Current lines of research on the pharmacological approach in patients with resistant OCD basically focus on the use of glutamatergic modulators as well as psychedelics. There is scientific evidence from neuroimaging, genetic, and animal model studies that support the existence of a glutamatergic dysfunction in OCD. It is postulated that patients with OCD have an increased cortical glutamatergic activity, specifically in the anterior cingulate cortex (ACC) and the orbitofrontal cortex (OFC), two key areas of the dysfunctional cortical-striatum-thalamic-cortical circuit hypothesized as underlying OCD. This circuit would encompass two pathways, one direct and the other indirect, producing in OCD an imbalance between the two, with a predominance of the glutamatergic projections activating the direct pathway over the indirect pathway. Based on these findings, several glutamatergic modulators have been tested in patients with resistant forms of OCD, including NMDA receptor antagonists (memantine, ketamine, esketamine), AMPA/kainate receptor antagonists (lamotrigine, topiramate) and drugs with mixed actions on the glutamatergic system such as riluzole, troriluzole, pregabalin, minocycline and N-acetylcysteine. The studies published to date are limited, with very small samples and with high heterogeneity in design, but they point to promising results especially for memantine. In relation to psychedelics, the most analyzed is psilocybin, an agonist of the serotonergic receptors 5HT2a, 5HT2C and 5HT1A, which modulates the activity of the orbitofrontal cortex and the Default Mode Network (DMN) and normalizes the glutamatergic hyperactivity of the CSTC circuit. At present, several trials are underway on the use of both glutamatergic agents and psilocybin in patients with resistant OCD, so it is expected that in the coming years more scientific evidence will be available on their possible usefulness in the treatment of OCD.

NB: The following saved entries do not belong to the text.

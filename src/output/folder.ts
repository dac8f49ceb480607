import { existsSync, mkdirSync, statSync } from 'node:fs';
import { dirname, resolve } from 'node:path';
import { usageError } from '../base/errors.js';

/** Make the output folder: it may exist (a folder), or be created when its parent exists. */
export function prepareOutputFolder(out: string, option = '--out'): void {
  const path = resolve(out);
  if (existsSync(path)) {
    if (!statSync(path).isDirectory()) throw usageError(`${option} ${out}: exists and is not a folder`);
    return;
  }
  if (!existsSync(dirname(path))) throw usageError(`${option} ${out}: its parent folder does not exist`);
  mkdirSync(path);
}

In the presentation, we will analyze the available data on the use of some drugs that affect fear acquisition and extinction mechanisms as enhancers or facilitators of other OCD therapies, specifically behavioral therapy, or the possible facilitation of the action of deep brain stimulation through some psychotropic drugs. Finally, we will conclude by reviewing the available evidence to advance in the implementation of personalized approaches in patients with OCD.

• Coelho DRA, et al. (2025). Glutamatergic Medications for Obsessive-Compulsive and Related Disorders: A Systematic Review and Meta-Analysis. JAMA Netw Open. 2025 Jan 2;8(1):e2452963. doi: 10.1001/jamanetworkopen.2024.52963.

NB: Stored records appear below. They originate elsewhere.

// An independent reference for the yielding oscillator: the general ODE solver ODEX (Hairer and
// Wanner's Gragg–Bulirsch–Stoer extrapolation code, the `odex` package from the registry)
// integrates u'' + 2ζωu' + ω²·s = −a_g(t) branch by branch, with events located on its dense
// output. Nothing here comes from src/inelastic: the spring law is written out again below.
//
// The spring (s = f_s/k, a displacement; bilinear with kinematic hardening, α = 0 elastoplastic;
// Chopra, Dynamics of Structures, §7.1, from memory) lives on one of three smooth branches:
//   elastic:         s = u − offset              (offset fixed while elastic)
//   yielding up:     s = αu + (1 − α)u_y         (while u' > 0)
//   yielding down:   s = αu − (1 − α)u_y         (while u' < 0)
// Events: an elastic spring yields when s − αu = (1 − α)u − offset reaches ±(1 − α)u_y; a yielding
// spring unloads (turns elastic, offset = u − s) when its velocity reaches zero. Each record
// interval (a_g linear in it) is integrated as a smooth ODE; an accepted solver step across which
// the branch's event function changes sign is cut at the root of that function on the step's dense
// output (Illinois false position), and the integration restarts there on the new branch.
import { Solver } from 'odex';

export interface OdeYieldingOptions {
  periodS: number;
  damping: number;
  /** Post-yield stiffness ratio α (0 elastoplastic). */
  alpha: number;
  /** Yield displacement u_y, m (Infinity: elastic). */
  yieldDisplacementM: number;
  /** ODEX relative tolerance (and absolute, scaled by the response size); default 1e-10. */
  tolerance?: number;
}

export interface OdeYieldingPeak {
  peakDisplacementM: number;
  ductility: number;
  yieldEvents: number;
  /** Accepted ODEX steps, for the curious. */
  steps: number;
}

type Dense = (component: number, t: number) => number;

/** Branches: 0 elastic, +1 yielding up, −1 yielding down. */
type Branch = -1 | 0 | 1;

/** Most branch changes inside one record interval before the reference gives up. */
const MAX_EVENTS_PER_INTERVAL = 50;

export function odeYieldingPeak(
  accelMS2: Float64Array,
  dtS: number,
  options: OdeYieldingOptions,
): OdeYieldingPeak {
  const { periodS, damping, alpha, yieldDisplacementM: uy } = options;
  const tolerance = options.tolerance ?? 1e-10;
  const omega = (2 * Math.PI) / periodS;
  const k = omega * omega;
  const c = 2 * damping * omega;
  const band = (1 - alpha) * uy;
  let pga = 0;
  for (const a of accelMS2) pga = Math.max(pga, Math.abs(a));
  // The size of the response, for the absolute tolerance: the static displacement of the PGA,
  // or u_y if smaller.
  const scaleM = Math.max(Math.min(pga / k, uy), 1e-12);
  // A yield crossing counts once the spring is past the band by this much (a restart exactly on
  // the band after unloading must not count as a new yield through round-off).
  const slack = 1e-12 * Math.min(band, scaleM);

  const solver = new Solver(2);
  solver.relativeTolerance = tolerance;
  solver.absoluteTolerance = [tolerance * scaleM, tolerance * scaleM * omega];
  solver.denseOutput = true;
  solver.initialStepSize = dtS / 4;
  solver.maxSteps = 100_000;

  let u = 0;
  let v = 0;
  let branch: Branch = 0;
  let offset = 0;
  let peak = 0;
  let events = 0;
  let steps = 0;

  const springOf = (b: Branch, uu: number) => (b === 0 ? uu - offset : alpha * uu + b * band);
  // How far past the band an elastic spring is, up (> 0 yields up) and down (> 0 yields down).
  const pastUpper = (uu: number) => (1 - alpha) * uu - offset - band - slack;
  const pastLower = (uu: number) => -((1 - alpha) * uu - offset) - band - slack;

  for (let n = 0; n + 1 < accelMS2.length; n++) {
    const t0 = n * dtS;
    const t1 = t0 + dtS;
    const ag0 = accelMS2[n];
    const slope = (accelMS2[n + 1] - ag0) / dtS;
    let t = t0;
    for (let switches = 0; ; switches++) {
      if (switches > MAX_EVENTS_PER_INTERVAL) throw new Error(`reference: too many events near t = ${t} s`);
      const b = branch;
      const f = (time: number, y: number[]) => [
        y[1],
        -(ag0 + slope * (time - t0)) - c * y[1] - k * springOf(b, y[0]),
      ];
      let event: { t: number; u: number; v: number; next: Branch } | null = null;
      let uOld = u;
      let vOld = v;
      const out = (nr: number, xOld: number, x: number, y: number[], dense?: Dense) => {
        if (nr === 1 || dense === undefined) return;
        steps++;
        const [uNew, vNew] = y;
        if (b === 0) {
          // Cut the step at a turning point, so that u is monotone on each part.
          const parts: [number, number, number][] = []; // [start, end, u at end]
          if (vOld * vNew < 0) {
            const tv = root((s) => dense(1, s), xOld, x, vOld, vNew);
            const uv = dense(0, tv);
            parts.push([xOld, tv, uv]);
            parts.push([tv, x, uNew]);
          } else parts.push([xOld, x, uNew]);
          let uStart = uOld;
          for (const [a, z, uEnd] of parts) {
            for (const [past, next] of [
              [pastUpper, 1],
              [pastLower, -1],
            ] as const) {
              if (past(uEnd) > 0 && past(uStart) <= 0) {
                const te = root((s) => past(dense(0, s)), a, z, past(uStart), past(uEnd));
                event = { t: te, u: dense(0, te), v: dense(1, te), next };
                return false;
              }
            }
            peak = Math.max(peak, Math.abs(uEnd));
            uStart = uEnd;
          }
        } else if (b * vNew <= 0) {
          const te = vNew === 0 ? x : root((s) => dense(1, s), xOld, x, vOld, vNew);
          event = { t: te, u: dense(0, te), v: dense(1, te), next: 0 };
          return false;
        } else peak = Math.max(peak, Math.abs(uNew));
        uOld = uNew;
        vOld = vNew;
      };
      const result = solver.solve(f, t, [u, v], t1, out);
      if (event === null) {
        [u, v] = result.y;
        break;
      }
      const e = event as { t: number; u: number; v: number; next: Branch };
      peak = Math.max(peak, Math.abs(e.u));
      if (e.next === 0) offset = e.u - springOf(b, e.u);
      else events++;
      branch = e.next;
      u = e.u;
      v = e.v;
      t = e.t;
      if (t1 - t <= 1e-12 * dtS) {
        // The event sits at the interval's end: carry on from there on the new branch.
        break;
      }
    }
  }
  return { peakDisplacementM: peak, ductility: peak / uy, yieldEvents: events, steps };
}

/**
 * The root of g in [a, b] (g(a) = ga and g(b) = gb of opposite signs, or one of them 0), by the
 * Illinois variant of false position, to the last bits of t.
 */
function root(g: (t: number) => number, a: number, b: number, ga: number, gb: number): number {
  if (gb === 0) return b;
  if (ga === 0) return a;
  let lo = a;
  let hi = b;
  let gLo = ga;
  let gHi = gb;
  let kept = 0; // +1: lo moved last time, −1: hi moved last time
  for (let i = 0; i < 200 && hi - lo > 4e-16 * Math.max(Math.abs(lo), Math.abs(hi), 1e-3); i++) {
    let t = (lo * gHi - hi * gLo) / (gHi - gLo);
    if (!(t > lo && t < hi)) t = (lo + hi) / 2;
    const gt = g(t);
    if (gt === 0) return t;
    if (gt * gLo > 0) {
      lo = t;
      gLo = gt;
      // The same end moved twice: halve the other end's value so the bracket closes from both sides.
      if (kept === 1) gHi /= 2;
      kept = 1;
    } else {
      hi = t;
      gHi = gt;
      if (kept === -1) gLo /= 2;
      kept = -1;
    }
  }
  return (lo + hi) / 2;
}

• van Roessel PJ, et al. (2023). Treatment-resistant OCD: Pharmacotherapies in adults. Compr Psychiatry. 2023 Jan;120:152352. doi: 10.1016/j.comppsych.2022.152352.

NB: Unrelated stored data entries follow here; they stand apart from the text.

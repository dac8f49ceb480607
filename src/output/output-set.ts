import { existsSync, mkdirSync, realpathSync, statSync } from 'node:fs';
import { basename, dirname, join, resolve } from 'node:path';
import { inputError, usageError } from '../base/errors.js';
import { writeAtomic } from './atomic.js';

interface PlannedFile {
  path: string;
  contents: string | Uint8Array;
  /** The option that named it, for the message when two outputs meet. */
  option: string;
}

type PlannedFolder = Omit<PlannedFile, 'contents'>;

/**
 * Every output of one command, checked together before any is written: no two at one path, none at
 * an input's real path (another spelling or a symlink is caught), every file's folder existing or
 * planned. Then each file is written atomically, and last the standard output; a refusal writes nothing.
 */
export class OutputSet {
  private readonly files: PlannedFile[] = [];
  private readonly folders: PlannedFolder[] = [];
  private stdoutText: string | undefined;

  /** `inputs`: the files the command read ('-' for standard input is ignored). */
  constructor(private readonly inputs: readonly string[] = []) {}

  file(path: string, contents: string | Uint8Array, option = '--out'): this {
    this.files.push({ path, contents, option });
    return this;
  }

  /** A folder (created if its parent exists) and the files in it, named within it. */
  folder(path: string, files: Iterable<[string, string | Uint8Array]> = [], option = '--out'): this {
    this.folders.push({ path, option });
    for (const [name, contents] of files) this.file(join(path, name), contents, option);
    return this;
  }

  /** The main product: to the file `out` names, or to standard output when it names none. */
  text(out: string | undefined, text: string): this {
    if (out === undefined) this.stdoutText = text;
    else this.file(out, text);
    return this;
  }

  /** Throw the first refusal, if any, without writing anything. */
  check(): void {
    const planned = new Set<string>();
    for (const folder of this.folders) {
      checkFolder(folder, planned);
      planned.add(resolve(folder.path));
    }
    const protect = this.inputs
      .filter((input) => input !== '-' && existsSync(input))
      .map((input) => ({ input, real: realPath(input) }));
    const seen = new Map<string, PlannedFile>();
    for (const file of this.files) {
      const target = resolve(file.path);
      if (!isFolder(dirname(target)) && !planned.has(dirname(target))) {
        throw inputError(`cannot write ${file.path}: folder ${dirname(file.path)} does not exist`);
      }
      if (isFolder(target)) throw inputError(`cannot write ${file.path}: it is a folder`);
      const key = realPath(file.path);
      const other = seen.get(key);
      if (other !== undefined) {
        throw usageError(
          `cannot write ${file.path} twice (${other.option} ${other.path} and ${file.option})`,
        );
      }
      seen.set(key, file);
      const input = protect.find((p) => p.real === key)?.input;
      if (input !== undefined) throw inputError(`refusing to overwrite the input ${input} with an output`);
    }
  }

  /** Check everything, then create the folders and write every file and the standard output. */
  write(): void {
    this.check();
    // recursive: a folder made meanwhile by another thread (batch workers share one) is no error.
    for (const folder of this.folders) mkdirSync(folder.path, { recursive: true });
    for (const file of this.files) writeAtomic(file.path, file.contents);
    if (this.stdoutText !== undefined) process.stdout.write(this.stdoutText);
  }
}

/** Write one file atomically, after the checks of an output set, over none of the `inputs`. */
export function writeFileAtomic(path: string, contents: string | Uint8Array, inputs: readonly string[] = []) {
  new OutputSet(inputs).file(path, contents).write();
}

/** A folder may exist (as a folder), or be created when its parent exists or is `planned` (full paths). */
export function checkFolder({ path, option }: PlannedFolder, planned: ReadonlySet<string> = new Set()): void {
  const full = resolve(path);
  if (existsSync(full)) {
    if (!isFolder(full)) throw usageError(`${option} ${path}: exists and is not a folder`);
  } else if (!existsSync(dirname(full)) && !planned.has(dirname(full))) {
    throw usageError(`${option} ${path}: its parent folder does not exist`);
  }
}

const isFolder = (path: string) => existsSync(path) && statSync(path).isDirectory();

/** The real path of a file, or of its folder joined with its name when it does not exist yet. */
function realPath(path: string): string {
  const full = resolve(path);
  if (existsSync(full)) return realpathSync(full);
  const folder = dirname(full);
  return existsSync(folder) ? join(realpathSync(folder), basename(full)) : full;
}
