// Short records for the outside checks of the yielding oscillator (test/reference/yielding-*.ts):
// two invented ones made here, and the start of the demo record (itself invented).
import { readFileSync } from 'node:fs';
import { readRecordText } from '../../src/record/read.js';

export interface ShortRecord {
  name: string;
  accelMS2: Float64Array;
  dtS: number;
}

/**
 * Invented: one full sine cycle each of periods 0.15, 0.5, 1.2 and 2.5 s (amplitude 3 m/s²), 0.5 s
 * of rest after each, then rest to 10 s; Δt = 0.01 s, 1001 samples.
 */
export function sinePulseTrain(dtS = 0.01): ShortRecord {
  const pulses = [0.15, 0.5, 1.2, 2.5];
  const n = Math.round(10 / dtS) + 1;
  const accelMS2 = new Float64Array(n);
  let start = 0.2;
  for (const periodS of pulses) {
    for (let i = 0; i < n; i++) {
      const t = i * dtS - start;
      if (t > 0 && t < periodS) accelMS2[i] = 3 * Math.sin((2 * Math.PI * t) / periodS);
    }
    start += periodS + 0.5;
  }
  return { name: 'sine pulse train', accelMS2, dtS };
}

/**
 * Invented: Gaussian white noise (seeded mulberry32, Box–Muller) through a resonator at 2.5 Hz with
 * 40% damping, under a 2 s rise, 6 s hold, exponential decay envelope, scaled to 3.5 m/s² peak;
 * Δt = 0.02 s, 751 samples (15 s).
 */
export function filteredNoise(seed = 18, dtS = 0.02, durationS = 15): ShortRecord {
  const random = mulberry32(seed);
  const n = Math.round(durationS / dtS) + 1;
  const omega = 2 * Math.PI * 2.5;
  const zeta = 0.4;
  const r = Math.exp(-zeta * omega * dtS);
  const theta = omega * dtS * Math.sqrt(1 - zeta * zeta);
  const accelMS2 = new Float64Array(n);
  let y1 = 0;
  let y2 = 0;
  let peak = 0;
  for (let i = 0; i < n; i++) {
    const w = Math.sqrt(-2 * Math.log(1 - random())) * Math.cos(2 * Math.PI * random());
    const y = 2 * r * Math.cos(theta) * y1 - r * r * y2 + w;
    y2 = y1;
    y1 = y;
    const t = i * dtS;
    const envelope = t < 2 ? t / 2 : t < 8 ? 1 : Math.exp(-(t - 8) / 2.5);
    accelMS2[i] = envelope * y;
    peak = Math.max(peak, Math.abs(accelMS2[i]));
  }
  for (let i = 0; i < n; i++) accelMS2[i] *= 3.5 / peak;
  accelMS2[0] = 0;
  return { name: `filtered noise (seed ${seed})`, accelMS2, dtS };
}

/** The first `durationS` of the demo record records/marrowby-h1.csv (invented; Δt = 0.01 s). */
export function demoStart(durationS = 15): ShortRecord {
  const url = new URL('../../records/marrowby-h1.csv', import.meta.url);
  const record = readRecordText(readFileSync(url, 'utf8'), { units: 'g', source: 'records/marrowby-h1.csv' });
  const n = Math.min(record.accelMS2.length, Math.round(durationS / record.dtS) + 1);
  return {
    name: `marrowby-h1, first ${durationS} s`,
    accelMS2: record.accelMS2.slice(0, n),
    dtS: record.dtS,
  };
}

/** A record linearly interpolated onto a step `factor` times finer: the same ground motion. */
export function refine(record: ShortRecord, factor: number): ShortRecord {
  const n = (record.accelMS2.length - 1) * factor + 1;
  const accelMS2 = new Float64Array(n);
  for (let i = 0; i < n; i++) {
    const j = Math.floor(i / factor);
    const f = (i - j * factor) / factor;
    const a0 = record.accelMS2[j];
    accelMS2[i] = f === 0 ? a0 : a0 + f * (record.accelMS2[j + 1] - a0);
  }
  return { name: `${record.name}, Δt/${factor}`, accelMS2, dtS: record.dtS / factor };
}

/** A small seeded uniform generator on [0, 1) (mulberry32, public domain). */
function mulberry32(seed: number): () => number {
  let state = seed >>> 0;
  return () => {
    state = (state + 0x6d2b79f5) >>> 0;
    let t = state;
    t = Math.imul(t ^ (t >>> 15), t | 1);
    t ^= t + Math.imul(t ^ (t >>> 7), t | 61);
    return ((t ^ (t >>> 14)) >>> 0) / 4294967296;
  };
}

• Collins HM. (2024). Psychedelics for the Treatment of Obsessive-Compulsive Disorder: Efficacy and Proposed Mechanisms. Int J Neuropsychopharmacol. 2024 Dec 1;27(12):pyae057. doi: 10.1093/ijnp/pyae057. PMID: 39611453; PMCID: PMC11635828.
• Tubío-Fungueiriño M, Alemany-Navarro M, Alonso P, et al. (2022). Neuropsychological performance and predictors of pharmacological treatment response in obsessive compulsive disorder. J Affect Disord. 2022 Nov 15;317:52-58. doi: 10.1016/j.jad.2022.08.063.
• Pittenger C. (2021). Pharmacotherapeutic Strategies and New Targets in OCD. Curr Top Behav Neurosci. 2021;49:331-384. doi: 10.1007/7854_2020_204.